- [INSTRUCTIONS TO FOLLOW] Set down exactly the first line of the entries and every line after it, through the line with "their own. */".

- [EXCERPTED DATA]
= Beginning of Section =

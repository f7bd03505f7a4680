import { Button, Text } from "@react-email/components";
import { EmailLayout, buttonStyle } from "./layout";

/** A plain club notice: paragraphs and an optional link. Later features add templates of their own. */
export type NoticeProps = { title: string; clubName?: string; paragraphs: string[]; actionUrl?: string; actionLabel?: string };

export function NoticeEmail({ title, clubName, paragraphs, actionUrl, actionLabel }: NoticeProps) {
  return (
    <EmailLayout preview={paragraphs[0] ?? title} title={title} clubName={clubName}>
      {paragraphs.map((p, i) => (
        <Text key={i}>{p}</Text>
      ))}
      {actionUrl ? <Button href={actionUrl} style={buttonStyle}>{actionLabel ?? "Open Hangarline"}</Button> : null}
    </EmailLayout>
  );
}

= End of Section =

- [RESULT]
repository f7bd03505f7a4680
import { Button, Text } from "@react-email/components";
import { EmailLayout, buttonStyle } from "./layout";

/** A plain club notice: paragraphs and an optional link. Later features add templates of their own. */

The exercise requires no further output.